Oh wow - very roomy! Thanks for those pictures and the description of which one you bought. I've gone back and forth on trying to decide if I should get one. I always seem to have a dog with me and this would be so much easier on the dog and my seats!


----------



## mintchip (Apr 19, 2007)

Kimberly you can borrow mine and try it out. They are great


----------



## trueblue (Jan 22, 2008)

Those pictures are so cute! She looks very comfortable in her new seat. And what fun to go on a road trip with just the girls!


----------



## mckennasedona (Feb 20, 2007)

Awww, cute photos of Tessa in her new car seat. 
We finally gave up on car seats except for our trips to Arizona. Instead I use a car harness with the strap that buckles into a seat belt. We put pillows on the seat for the girls to sit on and buckle the strap in and away we go. They really like it better than the car seats and DH hated the chore of putting the car seats and and taking them out all the time.


----------



## marjrc (Jan 13, 2007)

Tess is adorable, Jan! What a lovely carseat. I've seen other members here with that one. I have the one you do, Ivy. Well, I HAD it. I used it for Ricky and a bit for Sammy, but they seemed to get sicker in it, so I bought car seat harnesses and now they sit on the seats of the van, buckled in. It works great! 

Jan, I'm sure you'll have a wonderful trip to Fla! How long a drive will it be?


----------



## ama0722 (Nov 28, 2006)

Tessa should sell them for lookout! It is making me want one too!


----------



## Thumper (Feb 18, 2007)

ama0722 said:


> Tessa should sell them for lookout! It is making me want one too!

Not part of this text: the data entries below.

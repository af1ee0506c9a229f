/* Example: link libcollshift from another C program, load any lab file and describe it.
 * Build against an installed collshift:  cc describe.c $(pkg-config --cflags --libs collshift) */
#include <collshift/io.h>

#include <stdio.h>

int main(int argc, char **argv)
{
    if (argc < 2) {
        fprintf(stderr, "usage: describe FILE\n");
        return 2;
    }
    cs_loaded l;
    cs_error err;
    cs_error_clear(&err);
    if (cs_io_load(argv[1], NULL, &l, &err) != CS_OK) {
        char buf[1024];
        fprintf(stderr, "describe: %s\n", cs_error_format(&err, buf, sizeof buf));
        return 3;
    }
    if (l.kind == CS_KIND_SPECTRUM)
        printf("spectrum %zu points %.17g %.17g\n", l.spectrum->n, l.spectrum->freq_hz[0],
               l.spectrum->freq_hz[l.spectrum->n - 1]);
    else
        printf("record %zu shots %zu samples dt %.17g\n", l.nrecords, l.records[0]->n,
               l.records[0]->dt_s);
    cs_loaded_release(&l);
    return 0;
}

I KNOW, right?! I keep doting over Tessa and wondering if Gucci needs one? lol. Of course, Gucci prefers my lap OR whoever is driving. She knows that is the 'important' seat and wants to be in it. lol

Kara


----------



## Laurief (Nov 7, 2006)

I have three of them, and I always leave one in the car, already attached in case we have to run out with one of the pups.
I have to use the seats or my three would all be driving on my lap. I bet I would get a big fat ticket for that!!!


----------



## JanB (Oct 26, 2007)

Susan, which car seat do you have? The Lookout is super easy to put in, it's a simple matter of buckling the seat belt. Of course I haven't used the halter yet since I wanted her to get used to the seat first. Maybe that is a pain to get buckled up? Hmmmm

She loves to look out the window and now she can look forward and out the side. Hopefully no more uke:

The drive is 9.5 with DH driving. That means 11 hrs for me ound:

I'll be with a houseful of college age (22yrs old) "boys", my DS and his friends. Fun, fun! Really. I just love a houseful of boys. They crack me up. Love 'em but won't let them in our cottage without a house Mom (me). We aren't that stupid, lol! Too bad for them, eh?


----------



## Laurief (Nov 7, 2006)

Too funny Jan, my 3 week vacation is also filled with testosterone!! This year my oldest and his friends will have turned 21 - jeez, I cant wait for that recycling day with all the booze bottles and cans.


----------



## JanB (Oct 26, 2007)

:


Laurief said:


> Too funny Jan, my 3 week vacation is also filled with testosterone!! This year my oldest and his friends will have turned 21 - jeez, I cant wait for that recycling day with all the booze bottles and cans.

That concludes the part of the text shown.